= About this exercise =
Which of the lines below contain the string "DELETE"? Copy each one.
*** Begin section ***
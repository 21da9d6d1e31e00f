"""The PostgreSQL side of a restore: pg_restore into an empty database."""

import contextlib
import re
import tempfile
from collections.abc import Callable, Iterator
from pathlib import Path

from django.db import connection

from labplan.operations.errors import OperationRefused
from labplan.operations.files import read_start
from labplan.operations.postgres_programs import address_of, run_program
from labplan.operations.state import Migration, require_labplans, table_of

HEADER = b"PGDMP"
OPTIONS = ["--no-owner", "--no-privileges", "--exit-on-error", "--single-transaction"]


def load(path: Path, *, pause: Callable[[], None]) -> None:
    """Load the dump. The pause is committed before the first message can be seen.

    First the table of the pause alone is made and `pause` is called, then everything else comes
    in one transaction. Raises OperationRefused.
    """
    _require_dump(path)
    _require_empty_and_unused()
    entries = run_program("pg_restore", ["--list", str(path)], connection).splitlines()
    require_labplans(_migrations_in(path), what=str(path))
    table = table_of("base.OutboxPause")
    of_pause = [line for line in entries if table in line]
    if of_pause:
        _restore(path, [line for line in of_pause if " TABLE DATA " not in line])
        pause()
    try:
        _restore(path, [line for line in entries if line not in of_pause])
    except OperationRefused as error:
        raise OperationRefused(
            f"{error.detail}\nThe database is not empty any more: drop it and make it anew."
        ) from error


def _restore(path: Path, entries: list[str]) -> None:
    connection.close()  # no session of ours may hold a lock meanwhile
    with _list_file(entries) as wanted:
        command = [*OPTIONS, f"--use-list={wanted}", f"--dbname={address_of(connection)}"]
        run_program("pg_restore", [*command, str(path)], connection)


@contextlib.contextmanager
def _list_file(entries: list[str]) -> Iterator[Path]:
    with tempfile.NamedTemporaryFile("w", prefix="labplan-restore-", suffix=".list") as file:
        file.write("\n".join(entries) + "\n")
        file.flush()
        yield Path(file.name)


def _require_dump(path: Path) -> None:
    if read_start(path, len(HEADER)) != HEADER:
        raise OperationRefused(
            f"{path} is no dump of pg_dump in the custom format. A backup of SQLite is restored on "
            "SQLite and then moved with 'manage.py move_up'."
        )


def _require_empty_and_unused() -> None:
    name = connection.settings_dict["NAME"]
    tables = connection.introspection.table_names()
    if tables:
        raise OperationRefused(
            f"The database {name} is not empty ({len(tables)} tables). Make a new one with "
            "createdb, name it in DATABASE_URL and restore into that."
        )
    others = other_sessions()
    if others:
        raise OperationRefused(
            f"{others} other session(s) use the database {name}: stop labplan (web, workers, "
            "relay) first, then try again."
        )


def other_sessions() -> int:
    """How many other programs are connected to the default database."""
    with connection.cursor() as cursor:
        cursor.execute(
            "SELECT count(*) FROM pg_stat_activity WHERE datname = current_database() "
            "AND pid <> pg_backend_pid() AND backend_type = 'client backend'"
        )
        return int(cursor.fetchone()[0])


def _migrations_in(path: Path) -> list[Migration]:
    """What the dump's django_migrations says, without loading it."""
    command = ["--data-only", "--table=django_migrations", "--file=-", str(path)]
    text = run_program("pg_restore", command, connection)
    head = re.search(r"^COPY \S*django_migrations \(([^)]*)\) FROM stdin;$", text, re.MULTILINE)
    if head is None:
        return []
    columns = [name.strip() for name in head[1].split(",")]
    lines = text[head.end() + 1 :].split("\n\\.\n", 1)[0].splitlines()
    rows = [dict(zip(columns, line.split("\t"), strict=True)) for line in lines if line]
    return [(row["app"], row["name"]) for row in rows]
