"""Files that appear whole or not at all."""

import contextlib
import hashlib
import os
import tempfile
from collections.abc import Callable, Iterator
from pathlib import Path

from labplan.operations.errors import OperationRefused

Progress = Callable[[int, int], None]  # how much is done, of how much


def read_start(path: Path, length: int) -> bytes:
    """The first bytes of a file, which tell what it is; OperationRefused when it cannot be read."""
    try:
        with path.open("rb") as file:
            return file.read(length)
    except OSError as error:
        raise OperationRefused(f"{path} cannot be read: {error.strerror}.") from error


@contextlib.contextmanager
def draft_beside(place: Path) -> Iterator[Path]:
    """A new file in the folder of `place`, readable by its owner only; gone at the end."""
    handle, name = tempfile.mkstemp(dir=place.parent, prefix=f".{place.name}.", suffix=".part")
    os.close(handle)
    try:
        yield Path(name)
    finally:
        for suffix in ("", "-wal", "-shm", "-journal"):
            Path(name + suffix).unlink(missing_ok=True)


def put_in_place(draft: Path, place: Path, *, keep_as: Path | None = None) -> None:
    """Flush `draft` and give it the name `place`, at once; keep what was there as `keep_as`."""
    flush(draft)
    if keep_as is not None:
        try:
            os.link(place, keep_as)  # so that there is a file at every moment
        except OSError:
            os.rename(place, keep_as)  # a file system without links
    os.replace(draft, place)
    flush(place.parent)


def flush(path: Path) -> None:
    """See that a file's bytes, or a folder's names, are on the disk."""
    handle = os.open(path, os.O_RDONLY)
    try:
        os.fsync(handle)
    finally:
        os.close(handle)


def hash_file(path: Path) -> str:
    with path.open("rb") as file:
        return hashlib.file_digest(file, "sha256").hexdigest()
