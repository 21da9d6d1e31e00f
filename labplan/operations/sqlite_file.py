"""SQLite databases as files: copied while in use, checked, put in place whole."""

import contextlib
import os
import sqlite3
import tempfile
from collections.abc import Callable, Iterator
from pathlib import Path
from urllib.parse import quote

from labplan.operations.errors import OperationRefused
from labplan.operations.state import Migration

Progress = Callable[[int, int], None]

HEADER = b"SQLite format 3\0"
PAGES_A_STEP = 1000
# How long a lock is waited for; a reader or a short write is over by then.
PATIENCE_S = 2.0
MOST_FAULTS_SHOWN = 5


@contextlib.contextmanager
def opened(path: Path) -> Iterator[sqlite3.Connection]:
    """A plain connection, outside Django, to a file that is there."""
    connection = sqlite3.connect(
        f"file:{quote(str(path.absolute()))}?mode=rw",
        uri=True, timeout=PATIENCE_S, isolation_level=None,
    )  # fmt: skip
    try:
        yield connection
    finally:
        connection.close()


@contextlib.contextmanager
def draft_beside(place: Path) -> Iterator[Path]:
    """A new file in the folder of `place`, readable by its owner only; gone at the end."""
    handle, name = tempfile.mkstemp(dir=place.parent, prefix=f".{place.name}.", suffix=".part")
    os.close(handle)
    try:
        yield Path(name)
    finally:
        for suffix in ("", "-wal", "-shm", "-journal"):
            Path(name + suffix).unlink(missing_ok=True)


def require_sqlite(path: Path) -> None:
    """Refuse a file that is not there, or is not SQLite's."""
    try:
        with path.open("rb") as file:
            start = file.read(len(HEADER))
    except OSError as error:
        raise OperationRefused(f"{path} cannot be read: {error.strerror}.") from error
    if start != HEADER:
        raise OperationRefused(f"{path} is not an SQLite database.")


def copy_state(source: Path, target: Path, progress: Progress) -> None:
    """Copy one consistent state of `source`, whatever is written to it meanwhile.

    The read transaction holds that state for the whole copy; without it the copy would start
    again at every write, under load for ever.
    """
    with opened(source) as reading, opened(target) as writing:
        reading.execute("BEGIN")
        reading.execute("SELECT count(*) FROM sqlite_master").fetchone()
        reading.backup(
            writing,
            pages=PAGES_A_STEP,
            progress=lambda _, left, total: progress(total - left, total),
            sleep=0.05,
        )
        reading.execute("ROLLBACK")
        # One file that stands for itself, without a log beside it.
        writing.execute("PRAGMA journal_mode=DELETE")


def require_sound(path: Path, *, what: str) -> None:
    """Refuse a file whose pages or foreign keys are broken."""
    try:
        with opened(path) as connection:
            rows = connection.execute(f"PRAGMA integrity_check({MOST_FAULTS_SHOWN})").fetchall()
            faults = [text for (text,) in rows if text != "ok"]
            strays = connection.execute("PRAGMA foreign_key_check").fetchmany(MOST_FAULTS_SHOWN)
    except sqlite3.DatabaseError as error:
        raise OperationRefused(f"{what} is damaged: {error}.") from error
    faults += [
        f"row {row} of {table} points to a {to} that is not there" for table, row, to, _ in strays
    ]
    if faults:
        raise OperationRefused(f"{what} is damaged: {'; '.join(faults)}.")


def applied_migrations(path: Path) -> list[Migration]:
    """What `migrate` has noted in the file; empty when it has never run there."""
    with opened(path) as connection:
        try:
            return connection.execute("SELECT app, name FROM django_migrations").fetchall()
        except sqlite3.OperationalError:
            return []


def require_alone(path: Path) -> None:
    """Refuse while another process has the database open.

    To leave the write-ahead log SQLite needs the file for itself; afterwards it is one file.
    """
    try:
        with opened(path) as connection:
            connection.execute("PRAGMA journal_mode=DELETE").fetchone()
            connection.execute("BEGIN EXCLUSIVE")
            connection.execute("ROLLBACK")
    except sqlite3.OperationalError as error:
        if "locked" not in str(error):
            raise
        raise OperationRefused(
            f"{path} is in use: stop labplan (web, workers, relay) first, then try again."
        ) from error


def put_in_place(draft: Path, place: Path, *, keep_as: Path | None = None) -> None:
    """Flush `draft` and give it the name `place`, at once; keep what was there as `keep_as`."""
    flush(draft)
    if keep_as is not None:
        try:
            os.link(place, keep_as)  # so that there is a database at every moment
        except OSError:
            os.rename(place, keep_as)  # a file system without links
    os.replace(draft, place)
    flush(place.parent)


def flush(path: Path) -> None:
    """See that a file's bytes, or a folder's names, are on the disk."""
    handle = os.open(path, os.O_RDONLY)
    try:
        os.fsync(handle)
    finally:
        os.close(handle)
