/** Mass, centre of mass and radius of a leaf from its bodies. A leaf without mass keeps its middle. */
function weighLeaf(
  bodies: OrderedBodies,
  slot: number,
  geometry: Float64Array,
  topology: Uint32Array,
): void {
  const begin = topology[slot * TOPOLOGY + NODE_BEGIN];
  const end = topology[slot * TOPOLOGY + NODE_END];
  const { x, y, z, mass } = bodies;
  // Relative to the first body, so that a small leaf far from the origin keeps its digits.
  const x0 = x[begin];
  const y0 = y[begin];
  const z0 = z[begin];
  let m = 0;
  let sx = 0;
  let sy = 0;
  let sz = 0;
  for (let i = begin; i < end; i++) {
    const mi = mass[i];
    m += mi;
    sx += mi * (x[i] - x0);
    sy += mi * (y[i] - y0);
    sz += mi * (z[i] - z0);
  }
  const g = slot * GEOMETRY;
  geometry[g + NODE_X] = m > 0 ? x0 + sx / m : x0;
  geometry[g + NODE_Y] = m > 0 ? y0 + sy / m : y0;
  geometry[g + NODE_Z] = m > 0 ? z0 + sz / m : z0;
  geometry[g + NODE_MASS] = m;
  geometry[g + NODE_RADIUS] = radiusOfBodies(bodies, begin, end, geometry, g);
  geometry[g + NODE_DEPTH] = 0;
}

function radiusOfBodies(
  bodies: OrderedBodies,
  begin: number,
  end: number,
  geometry: Float64Array,
  g: number,
): number {
  const { x, y, z } = bodies;
  const cx = geometry[g + NODE_X];
  const cy = geometry[g + NODE_Y];
  const cz = geometry[g + NODE_Z];
  let r2 = 0;
  for (let i = begin; i < end; i++) {
    const dx = x[i] - cx;
    const dy = y[i] - cy;
    const dz = z[i] - cz;
    const d2 = dx * dx + dy * dy + dz * dz;
    if (d2 > r2) r2 = d2;
  }
  return Math.sqrt(r2);
}

/** Above this many bodies a node's radius is bounded from its children's instead of measured. */
const MEASURE_RADIUS_UP_TO = 512;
*** End section ***
= Your response =
        writing.execute("PRAGMA journal_mode=DELETE")
            connection.execute("PRAGMA journal_mode=DELETE").fetchone()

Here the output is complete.